Dort gibt es scheinbar sehr viele Schmuggler wo sie hinterher sind.....gut, ich sehe wohl nicht aus, wie der klassische Schmuggler, mein Kumpel manchmal schon

Aber grundsätzlich schwieriges Terrain für Europäer die komplett selfmade unterwegs sein wollen.


----------



## Silverfish1 (22. April 2020)

ja da hast du vollkommen recht. Es ist einfach deprimierend zur Zeit nichts kann man planen wo rauf man sich freuen kann. 
wenn ihr Ideen habt bin ich offen dafür


----------



## Lorenz (4. Juni 2020)

Lorenz schrieb:


> Wer Interesse an abenteuerlichem Uferfischen hat, kann sich ja mal melden (und ggfs im Oktober noch mir/uns anschließen).



Das Angebot für Oktober steht noch bzw für Vorschläge bin ich offen. 

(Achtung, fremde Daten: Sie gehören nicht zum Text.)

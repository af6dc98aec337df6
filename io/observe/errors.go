package observe

import (
	"fmt"
	"strconv"
	"strings"
	"unicode"
	"unicode/utf8"
)

// Error is a refusal of a whole table: what is wrong and where. Fields that do not apply are zero.
type Error struct {
	File   string // name of the source
	Line   int    // line of the file; the header stands on line 1
	Row    int    // row below the header, or feature, from 1
	Column string // name of the column
	Value  string // what stands there, cut short after 60 characters
	What   string // what is wrong, in words
	Advice string // what to do about it
	Cause  error  // the error of the reader underneath
}

// Error gives the place and then what is wrong, in one line.
func (e *Error) Error() string {
	var parts, where []string
	if e.File != "" {
		parts = append(parts, e.File)
	}
	switch {
	case e.Row > 0:
		where = append(where, fmt.Sprintf("row %d (line %d)", e.Row, e.Line))
	case e.Line > 0:
		where = append(where, fmt.Sprintf("line %d", e.Line))
	}
	if e.Column != "" {
		where = append(where, fmt.Sprintf("column %q", shorten(e.Column)))
	}
	if len(where) > 0 {
		parts = append(parts, strings.Join(where, ", "))
	}
	return strings.Join(append(parts, e.What), ": ")
}

// because returns the error with what is wrong at its place. The place itself, made for every row, stays off the heap.
func (e Error) because(what, advice string) error {
	e.What, e.Advice = what, advice
	return &e
}

// Hint says what to do; it is empty where there is nothing to add.
func (e *Error) Hint() string { return e.Advice }

// Unwrap returns the error of the reader underneath, if that was the cause.
func (e *Error) Unwrap() error { return e.Cause }

const (
	adviceXY      = "name the coordinate columns with --x and --y"
	adviceDegrees = adviceXY + ", or say what they are with --crs"
)

// columnList writes the names of the header for a message, stopping at about 200 characters.
func columnList(names []string) string {
	var b strings.Builder
	b.WriteString("the columns are ")
	for i, name := range names {
		if b.Len() > 200 {
			fmt.Fprintf(&b, " and %d more", len(names)-i)
			break
		}
		if i > 0 {
			b.WriteString(", ")
		}
		b.WriteString(plainOrQuoted(shorten(name)))
	}
	return b.String()
}

// plainOrQuoted quotes a name that would be hard to tell from its neighbours in a list.
func plainOrQuoted(s string) string {
	odd := func(r rune) bool {
		return r != '_' && r != '.' && r != '-' && !unicode.IsLetter(r) && !unicode.IsDigit(r)
	}
	if s == "" || strings.ContainsFunc(s, odd) {
		return strconv.Quote(s)
	}
	return s
}

// nearest returns the name that a typing error most likely meant, or "" if none is within a third of its length. Case
// does not count.
func nearest(name string, names []string) string {
	wanted := []rune(strings.ToLower(name))
	best, least := "", max(1, len(wanted)/3)+1
	for _, candidate := range names {
		r := []rune(strings.ToLower(candidate))
		if candidate == "" || len(r) > 2*len(wanted)+2 {
			continue // further than the limit in any case; also keeps the work on a hostile header small
		}
		if d := edits(wanted, r); d < least {
			best, least = candidate, d
		}
	}
	return best
}

// edits counts the insertions, deletions, substitutions and swaps of neighbours that turn a into b, no place being
// edited twice (the restricted form of F. Damerau 1964, Comm. ACM 7:171-176).
func edits(a, b []rune) int {
	before, last := make([]int, len(b)+1), make([]int, len(b)+1)
	for j := range last {
		last[j] = j
	}
	for i := range a {
		row := make([]int, len(b)+1)
		row[0] = i + 1
		for j := range b {
			change := 1
			if a[i] == b[j] {
				change = 0
			}
			row[j+1] = min(last[j+1]+1, row[j]+1, last[j]+change)
			if i > 0 && j > 0 && a[i] == b[j-1] && a[i-1] == b[j] {
				row[j+1] = min(row[j+1], before[j-1]+1)
			}
		}
		before, last = last, row
	}
	return last[len(b)]
}

// several writes a number of things.
func several(n int, thing string) string {
	if n == 1 {
		return "1 " + thing
	}
	return fmt.Sprintf("%d %ss", n, thing)
}

// shorten cuts a value after 60 characters, and copies it so that it does not hold on to the line it came from.
func shorten(s string) string {
	const most = 60
	if len(s) <= most {
		return strings.Clone(s)
	}
	n := 0
	for i := range s {
		if n == most {
			return s[:i] + "..."
		}
		n++
	}
	return strings.Clone(s)
}

// clean reports whether a field is text: UTF-8 without NUL.
func clean(s string) bool { return utf8.ValidString(s) && strings.IndexByte(s, 0) < 0 }
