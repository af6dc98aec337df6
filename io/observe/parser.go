package observe

import (
	"bytes"
	"encoding/csv"
	"io"
)

// parser reads single records out of memory, by the rules of every table.
type parser struct {
	lines     lines
	in        *csv.Reader // over lines
	separator []byte
}

func newParser(separator rune) *parser {
	p := &parser{separator: []byte(string(separator))}
	p.in = newCSV(&p.lines, separator)
	return p
}

// parse reads the record with which text starts, and returns its fields, good until the next call, and its size in
// bytes with the end of its line. What comes after the text is io.EOF or the failure of a reader. The lines in an
// error are counted by the parser, not in the file.
func (p *parser) parse(text []byte, after error) (fields []string, size int, err error) {
	p.lines = lines{text, after}
	fields, err = p.in.Read()
	return fields, len(text) - len(p.lines.text), err
}

// field returns the field at a position of a record known to have it, without the blanks around it.
func (p *parser) field(record []byte, at int) ([]byte, error) {
	rest := record
	for i := 0; ; i++ {
		field, behind, _ := bytes.Cut(rest, p.separator)
		if bytes.IndexByte(field, '"') >= 0 {
			break // separators may stand within quotes
		}
		if i == at {
			return bytes.TrimSpace(field), nil
		}
		rest = behind
	}
	fields, _, err := p.parse(record, io.EOF)
	if err != nil {
		return nil, err
	}
	return bytes.TrimSpace([]byte(fields[at])), nil
}

// lines gives text line by line. A buffer above it asks for more only when it has no whole line, so it never holds
// anything beyond the line at hand, and the text can be exchanged between records.
type lines struct {
	text  []byte // what remains
	after error  // what comes after it
}

// Read gives the rest of a line, or as much of it as fits.
func (l *lines) Read(p []byte) (int, error) {
	if len(l.text) == 0 {
		return 0, l.after
	}
	line := firstLine(l.text[:min(len(p), len(l.text))])
	l.text = l.text[copy(p, line):]
	return len(line), nil
}

// firstLine returns the first line with its end, or all of a text without one.
func firstLine(text []byte) []byte {
	if end := bytes.IndexByte(text, '\n'); end >= 0 {
		return text[:end+1]
	}
	return text
}

// content returns a record without the end of its line; at the end of a file that may be a carriage return alone.
func content(record []byte) []byte {
	record = bytes.TrimSuffix(record, []byte("\n"))
	return bytes.TrimSuffix(record, []byte("\r"))
}
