// Each refusal is pinned word for word, since these sentences are all the user gets. No source: the contract is ours.
const (
	adviceNames = `put a line with the names of the columns above the rows`
	adviceTitle = `take out the lines above the names of the columns`
	advicePairs = `name the coordinate columns with --x and --y, or a column of geometries with --geometry, or a file of places with --places; ` +
		`known by their names are longitude/latitude, lon/lat, easting/northing and x/y; the columns are `
)

func TestReadCSVRefusals(t *testing.T) {
	degrees := Request{Response: "z", Kind: Measure, Axes: AxesDegrees}
	plane := Request{Response: "z", Kind: Measure, Axes: AxesPlane}
	strict := func(q Request) Request { q.Strict = true; return q }
	wide := "x,y"
	for i := range 100 {
		wide += fmt.Sprintf(",band_%03d", i)
	}
	wide21 := strings.Split(wide, ",")[:21]
	const columnsXY = "the columns are x, y, z"
	tests := []struct {
		name, text string
		want       Request
		err, hint  string
	}{
		{"no bytes", "", measure, `wells.csv: the file is empty`, adviceWhole},
		{"blank lines only", "\n\r\n\n", measure, `wells.csv: the file holds only blank lines`, adviceWhole},
		{"mark only", "\xef\xbb\xbf", measure, `wells.csv: the file is empty`, adviceWhole},
		{"header only", "x,y,z\n", measure, `wells.csv: line 1: no rows stand below the header`, adviceWhole},
		{"header without line end", "x,y,z", measure, `wells.csv: line 1: no rows stand below the header`, adviceWhole},
		{"nul at the start", "x,y,z\n1,2,\x003\n", measure, `wells.csv: the file holds NUL bytes, so it is not text`, adviceText},
		{"nul far down", "x,y,z\n" + strings.Repeat("1,2,3\n", 20000) + "1,2,\x00\n", measure,
			`wells.csv: row 20001 (line 20002), column "z": "\x00" is not UTF-8 text`, adviceText},
		{"spreadsheet", "PK\x03\x04\x14\x00", measure, `wells.csv: the file is a spreadsheet or a zip archive, not a CSV table`, adviceUnzip},
		{"decimal commas", "x;y;z\n1,5;2,5;3\n", measure, `wells.csv: row 1 (line 2), column "x": "1,5" has a decimal comma, like most values of the column`,
			`say so with --decimal-comma`},
		{"old line ends", "x,y,z\r1,2,3\r", measure, `wells.csv: the lines end in carriage returns alone, which are not read`,
			`save the table with a line feed at the end of each line, alone or behind the carriage return`},
		{"no header", "1,2,3\n4,5,6\n", measure, `wells.csv: line 1: numbers stand where the names of the columns should be, so the line of names is missing`, adviceNames},
		{"no header, a value twice", "0,0,1.5\n4,5,6\n", measure, `wells.csv: line 1: numbers stand where the names of the columns should be, so the line of names is missing`, adviceNames},
		{"no header, a unit", "\n0;1,5;3 mg\n4;5;6 mg\n", measure, `wells.csv: line 2: numbers stand where the names of the columns should be, so the line of names is missing`, adviceNames},
		{"names with numbers in them", "x,y,pm10\n1,2,3\n", measure, `wells.csv: line 1: no column "z" for the response`, `did you mean "x"? the columns are x, y, pm10`},
		{"blanks only", "\n  \n\t\n,,\n\x1a", measure, `wells.csv: the file holds only blank lines`, adviceWhole},
		{"a separator and nothing else", "sep=;\n\n", measure, `wells.csv: nothing stands below the line that names the separator`, adviceWhole},

		{"title", "Survey of the moor\n\nx,y,z\n1,2,3\n", measure, `wells.csv: line 1: it looks like a title, and the names of the columns seem to stand on line 3`, adviceTitle},
		{"title and blank cells", "\nSurvey; 2031,,\nx,y,z\n1,2,3\n", measure, `wells.csv: line 2: it looks like a title, and the names of the columns seem to stand on line 3`, adviceTitle},
		{"title above semicolons", "Survey of the moor\nx;y;z\n1;2;3\n", measure, `wells.csv: line 1: it looks like a title, and the names of the columns seem to stand on line 2`, adviceTitle},
		{"comment", "# zinc, in mg/kg\n# by hand\nx,y,z\n1,2,3\n", measure, `wells.csv: line 1: it looks like a title, and the names of the columns seem to stand on line 3`, adviceTitle},
		{"title below the separator", "sep=;\nSurvey of the moor\nx;y;z\n1;2;3\n", measure, `wells.csv: line 2: it looks like a title, and the names of the columns seem to stand on line 3`, adviceTitle},
		{"no title above numbers", "zinc\n1,2,3\n", measure, `wells.csv: line 1: no coordinate columns are recognised`, advicePairs + `zinc`},

		{"columns of fixed width", "   x    y    z\n   1    2    3\n", Request{Response: "z", Kind: Measure, NoPlaces: true}, `wells.csv: line 1: no column "z" for the response`,
			`the header has no comma: columns of fixed width are not read, so put commas between them`},
		{"a line of semicolons", "x,y,z\n1,2,3\n1;2;3\n", measure, `wells.csv: row 2 (line 3): 1 field where the header has 3`,
			`the line has a semicolon where the others have a comma: separate all columns in one way`},
		{"bytes behind the end", "x,y,z\n1,2,3\n\xf0\x81\x8d\n", measure, `wells.csv: row 2 (line 3): 1 field where the header has 3`,
			`bytes that are no text stand on the line: the file may be damaged from there on, or something else is appended to it`},

		{"absent, near", "x,y,zinc\n1,2,3\n", Request{Response: "zink", Kind: Measure},
			`wells.csv: line 1: no column "zink" for the response`, `did you mean "zinc"? the columns are x, y, zinc`},
		{"absent, capitals", "x,y,Zinc (mg)\n1,2,3\n", Request{Response: "zinc (mg)", Kind: Measure},
			`wells.csv: line 1: no column "zinc (mg)" for the response`, `did you mean "Zinc (mg)"? the columns are x, y, "Zinc (mg)"`},
		{"absent, letters swapped", "x,y,z\n1,2,3\n", Request{Response: "z", Kind: Measure, X: "x", Y: "y", Linear: []string{"dpeth"}},
			`wells.csv: line 1: no column "dpeth" for a linear covariate`, columnsXY},
		{"absent, blank line above", "\nx,y,z,depth\n1,2,3,4\n", Request{Response: "z", Kind: Measure, Linear: []string{"dpeth"}},
			`wells.csv: line 2: no column "dpeth" for a linear covariate`, `did you mean "depth"? ` + columnsXY + ", depth"},
		{"absent, nothing near", "x,y,z\n1,2,3\n", Request{Response: "cadmium", Kind: Measure},
			`wells.csv: line 1: no column "cadmium" for the response`, columnsXY},
		{"absent, many columns", wide + "\n", Request{Response: "cadmium", Kind: Measure},
			`wells.csv: line 1: no column "cadmium" for the response`, `the columns are ` + strings.Join(wide21, ", ") + ` and 81 more`},
		{"absent coordinate", "x,y,z\n1,2,3\n", Request{Response: "z", Kind: Measure, X: "xx", Y: "y"},
			`wells.csv: line 1: no column "xx" for the x coordinate`, `did you mean "x"? ` + columnsXY},
		{"two of a name", "x,y,z,x\n1,2,3,4\n", measure, `wells.csv: line 1, column "x": the name appears twice, as columns 1 and 4`,
			`give each column a name of its own`},
		{"two of a name after blanks", "x,y,z, z\n1,2,3,4\n", measure, `wells.csv: line 1, column "z": the name appears twice, as columns 3 and 4`,
			`give each column a name of its own`},

		{"two of a long name", "x,y," + strings.Repeat("n", 70) + "," + strings.Repeat("n", 70) + "\n1,2,3,4\n", measure,
			`wells.csv: line 1, column "` + strings.Repeat("n", 60) + `...": the name appears twice, as columns 3 and 4`, `give each column a name of its own`},

		{"short row", "x,y,z\n1,2,3\n\n4,5\n", measure, `wells.csv: row 2 (line 4): 2 fields where the header has 3`,
			`check the line for a missing comma, or for one that belongs inside quotes`},
		{"long row", "x,y,z\n1,2,1,234\n", measure, `wells.csv: row 1 (line 2): 4 fields where the header has 3`,
			`check the line for a missing comma, or for one that belongs inside quotes`},
		{"stray quote", "x,y,z\n1,2,3\"\n", measure, `wells.csv: line 2: a " at character 6 stands inside a field that is not quoted`, adviceQuote},
		{"text after a quote", "x,y,z\n1,2,\"3\"4\n", measure, `wells.csv: line 2: a quoted field is not closed properly at character 7`, adviceQuote},
		{"open quote", "x,y,z\n1,2,3\n1,\"2,3\n4,5,6\n", measure, `wells.csv: line 3: a quoted field is not closed properly by line 4`, adviceQuote},
		{"endless quote", "x,y,z\n1,2,\"" + strings.Repeat("1,2,3\n", maxRecord/6), measure,
			`wells.csv: line 2: a quoted field is not closed within 8388608 bytes`, adviceQuote + `, and give outlines as long as that in GeoJSON`},
		{"endless line", "x,y,z\n1,2," + strings.Repeat("3", maxRecord), measure,
			`wells.csv: line 2: the line is longer than 8388608 bytes, the most that is read`, adviceWhole},

		{"too many columns", "x,y,z\n1,2,3" + strings.Repeat(",", maxColumns-2), measure,
			`wells.csv: line 2: the line has more than 65536 columns, the most that is read`, adviceWhole},
		{"as many columns as there may be", "x,y,z\n1,2,3" + strings.Repeat(",", maxColumns-3), measure,
			`wells.csv: row 1 (line 2): 65536 fields where the header has 3`, `check the line for a missing comma, or for one that belongs inside quotes`},
		{"no coordinates", "a,lon,z\n1,2,3\n", measure, `wells.csv: line 1: no coordinate columns are recognised`,
			advicePairs + `a, lon, z`},
		{"names of two pairs", "lon,latitude,z\n1,2,3\n", measure, `wells.csv: line 1: no coordinate columns are recognised`,
			advicePairs + `lon, latitude, z`},
		{"response called y", "x,y\n1,2\n", Request{Response: "y", Kind: Measure}, `wells.csv: line 1: no coordinate columns are recognised: "y" is named as the response`, advicePairs + `x, y`},
		{"trials called Lat", "lon,Lat,z\n1,2,3\n", Request{Response: "z", Kind: Positives, Trials: "Lat"},
			`wells.csv: line 1: no coordinate columns are recognised: "Lat" is named as the number of trials`, advicePairs + `lon, Lat, z`},
		{"a column of geometries", "z,shape\n1,\n1,POINT (1 2)\n", measure, `wells.csv: line 1: no coordinate columns are recognised`, `name the column of geometries with --geometry shape`},
		{"a column of words in brackets", "z,note\n1,Village (old)\n", measure, `wells.csv: line 1: no coordinate columns are recognised`, advicePairs + `z, note`},
		{"two pairs in degrees", "lon,lat,Longitude,Latitude,z\n1,2,3,4,5\n", measure,
			`wells.csv: line 1: columns Longitude/Latitude and lon/lat could both be the coordinates`, adviceXY},
		{"two pairs in a plane", "x,y,easting,northing,z\n1,2,3,4,5\n", measure,
			`wells.csv: line 1: columns easting/northing and x/y could both be the coordinates`, adviceXY},
		{"one name in two spellings", "X,x,y,z\n1,2,3,4\n", measure, `wells.csv: line 1: columns "X" and "x" could both be a coordinate`, adviceXY},
		{"degrees where a plane is said", "lon,lat,z\n1,2,3\n", plane,
			`wells.csv: line 1: columns lon/lat are longitude and latitude by their names, but the coordinates are said to be in a plane`, adviceDegrees},
		{"plane where degrees are said", "easting,northing,z\n1,2,3\n", degrees,
			`wells.csv: line 1: columns easting/northing are in a plane by their names, but the coordinates are said to be longitude and latitude`, adviceDegrees},
		{"latitude", "lon,lat,z\n5.1,97.3,3\n", measure, `wells.csv: row 1 (line 2), column "lat": 97.3 is not a latitude (-90 to 90)`, adviceDegrees},
		{"latitude in an unusable row", "lon,lat,z\n5,50,3\n5,50,4\n50,-90.001,NA\n", measure,
			`wells.csv: row 3 (line 4), column "lat": -90.001 is not a latitude (-90 to 90)`, adviceDegrees},
		{"latitude of x and y", "x,y,z\n5,333611,3\n", degrees, `wells.csv: row 1 (line 2), column "y": 333611 is not a latitude (-90 to 90)`, adviceDegrees},

		{"strict", "x,y,z\n1,2,3\n1,2,NA\n", strict(measure), `wells.csv: row 2 (line 3), column "z": response is missing: "NA"`,
			`correct the row, or leave out --strict to set such rows aside`},
		{"strict, empty", "x,y,z\n1,2,3\n1,2,\n", strict(measure), `wells.csv: row 2 (line 3), column "z": response is missing`,
			`correct the row, or leave out --strict to set such rows aside`},
		{"mostly unusable", "x,y,z,d\n1,2,,1\n1,2,3,1\n1,2,oak,\n1,2,NA,\n1,2,4,4\n", Request{Response: "z", Kind: Measure, Linear: []string{"d"}},
			`wells.csv: 3 of 5 rows cannot be used, more than half: column "z", response is missing (2); column "z", response is not a number (1); ` +
				`for example row 1 (line 2), where response is missing`,
			`check that the right column is named, or take the rows without a value out of the file`},
		{"four reasons", "x,y,z\n,2,3\n1,,3\n1,2,\n1,2,-\n", measure,
			`wells.csv: 4 of 4 rows cannot be used, more than half: column "x", coordinate is missing (1); column "y", coordinate is missing (1); ` +
				`column "z", response is missing (1); 1 more reasons; for example row 1 (line 2), where coordinate is missing`,
			`check that the right column is named, or take the rows without a value out of the file`},

		{"kind without response", "", Request{Kind: Count}, `wells.csv: no column is named for the response`, `name it with --response`},
		{"response without kind", "", Request{Response: "z"}, `wells.csv: column "z": a response is named, but places have none`, ``},
		{"positives without trials", "", Request{Response: "z", Kind: Positives},
			`wells.csv: column "z": a number positive needs a number of trials`, `name the column of the number examined with --trials`},
		{"trials without positives", "", Request{Response: "z", Kind: Count, Trials: "n"},
			`wells.csv: column "n": trials are named, but the response is not a number positive`, ``},
		{"trials and denominator", "", Request{Response: "z", Kind: Positives, Trials: "n", Denominator: "people"},
			`wells.csv: column "people": a number positive has trials and takes no other denominator`, ``},
		{"half the coordinates", "", Request{Response: "z", Kind: Measure, X: "e"},
			`wells.csv: column "e": one coordinate column is named without the other`, adviceXY},
		{"response as x", "", Request{Response: "z", Kind: Measure, X: "z", Y: "y"}, `wells.csv: column "z": cannot be both the response and the x coordinate`, ``},
		{"x as y", "", Request{Response: "z", Kind: Measure, X: "x", Y: "x"}, `wells.csv: column "x": cannot be both the x coordinate and the y coordinate`, ``},
		{"denominator as response", "", Request{Response: "z", Kind: Count, Denominator: "z"}, `wells.csv: column "z": cannot be both the response and the denominator`, ``},
		{"weight as response", "", Request{Response: "z", Kind: Measure, Weight: "z"}, `wells.csv: column "z": cannot be both the response and the weight`, ``},
		{"response as covariate", "", Request{Response: "z", Kind: Measure, Linear: []string{"z"}}, `wells.csv: column "z": cannot be both the response and a linear covariate`, ``},
		{"linear and category", "", Request{Response: "z", Kind: Measure, Linear: []string{"d"}, Category: []string{"d"}},
			`wells.csv: column "d": cannot be both a linear covariate and a category`, ``},
		{"covariate twice", "", Request{Response: "z", Kind: Measure, Category: []string{"d", "d"}}, `wells.csv: column "d": named twice as a category`, ``},
		{"text without name", "x,,y\n1,2,3\n", Request{Keep: []string{""}}, `wells.csv: an empty name is given for text to keep`, ``},
		{"covariate without name", "", Request{Response: "z", Kind: Measure, Linear: []string{""}}, `wells.csv: an empty name is given for a linear covariate`, ``},
	}
	seen := map[string]bool{}
	for _, test := range tests {
		if seen[test.name] {
			t.Fatalf("two tests are called %q", test.name)
		}
		seen[test.name] = true
		t.Run(test.name, func(t *testing.T) {
			table, err := read(test.text, test.want)
			if table != nil || err == nil {
				t.Fatalf("got table %v, error %v; want an error alone", table, err)
			}
			if diff := cmp.Diff(test.err, err.Error()); diff != "" {
				t.Errorf("message (-want +got):\n%s", diff)
			}
			if diff := cmp.Diff(test.hint, hint(err)); diff != "" {
				t.Errorf("hint (-want +got):\n%s", diff)
			}
			checkParts(t, test.text, test.want, err)
		})
	}
}
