package observe

import (
	"bufio"
	"io"
	"strings"
)

// origin is where a table comes from and how it is written there.
type origin struct {
	source    string
	format    Format
	separator rune
	features  bool     // it is GeoJSON, not a table in columns
	blank     bool     // there is something in it, if only ends of lines
	announced bool     // the first line of a table names the separator and nothing else
	first     []row    // the first records of a table, the header before them
	text      *decoder // knows the encoding as far as it has been read
}

func (o *origin) encoding() string { return o.text.encoding() }

// notText says what a field that is not clean is not.
func (o *origin) notText(field string) string {
	switch encoding := o.encoding(); {
	case o.features:
		return "not text: it holds a NUL character"
	case encoding == windows1252 && strings.IndexByte(field, 0) < 0:
		return "neither UTF-8 nor Windows-1252 text"
	case encoding == utf16Little || encoding == utf16Big:
		return "not UTF-16 text"
	}
	return "not UTF-8 text"
}

// openOrigin returns the text of a file, unpacked and in UTF-8 without a byte order mark. It refuses what is no text
// by the first headSize bytes.
func openOrigin(r io.Reader, source string, format Format) (io.Reader, *origin, error) {
	from := newLasting(r)
	if start, _ := from.Peek(len(gzipMark)); string(start) == gzipMark {
		unpacked, err := unpack(from, source)
		if err != nil {
			return nil, nil, err
		}
		from = newLasting(unpacked)
	}
	head, err := from.Peek(headSize)
	if err != nil && err != io.EOF && len(head) == 0 {
		return nil, nil, readError(source, err)
	}
	if what, advice := notTable(head); what != "" {
		return nil, nil, &Error{File: source, What: what, Advice: advice}
	}
	o := &origin{source: source, format: format, features: startsFeatures(head)}
	if o.features {
		o.format.Separator, o.format.DecimalComma = 0, false
	}
	text := decode(from, head, source)
	o.text = text
	return text, o, nil
}

// lasting repeats an error for ever, since a buffer above it may ask again.
type lasting struct {
	from io.Reader
	err  error
}

// newLasting returns a buffer with room for the head of a file.
func newLasting(from io.Reader) *bufio.Reader {
	return bufio.NewReaderSize(&lasting{from: from}, headSize)
}

func (l *lasting) Read(p []byte) (int, error) {
	if l.err != nil {
		return 0, l.err
	}
	n, err := l.from.Read(p)
	l.err = err
	return n, err
}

Meine Tour im April ist ja flachgefallen (Flüge/Visa gecancelt) und eigentlich plane ich mit nem Kollegen aus UK für Oktober die selbe Tour, aber es ist alles noch in der Schwebe und ich suche Alternativen (und habe auch schon Ideen).


----------



## Krallblei (4. Juni 2020)

Hocke hier seit März fest. Und sollte seit dem schon wieder zweimal in Ägypten gewesen sein. Plan ist August ans Rote Meer zu fliegen wenn möglich. September steht Spanien.. Oktober wird leider schwierig. Da November ja schon wieder Ägypten auf dem Plan steht 

Hoffentlich findest du was Abendteuerliches!! Drück dir die Daumen


----------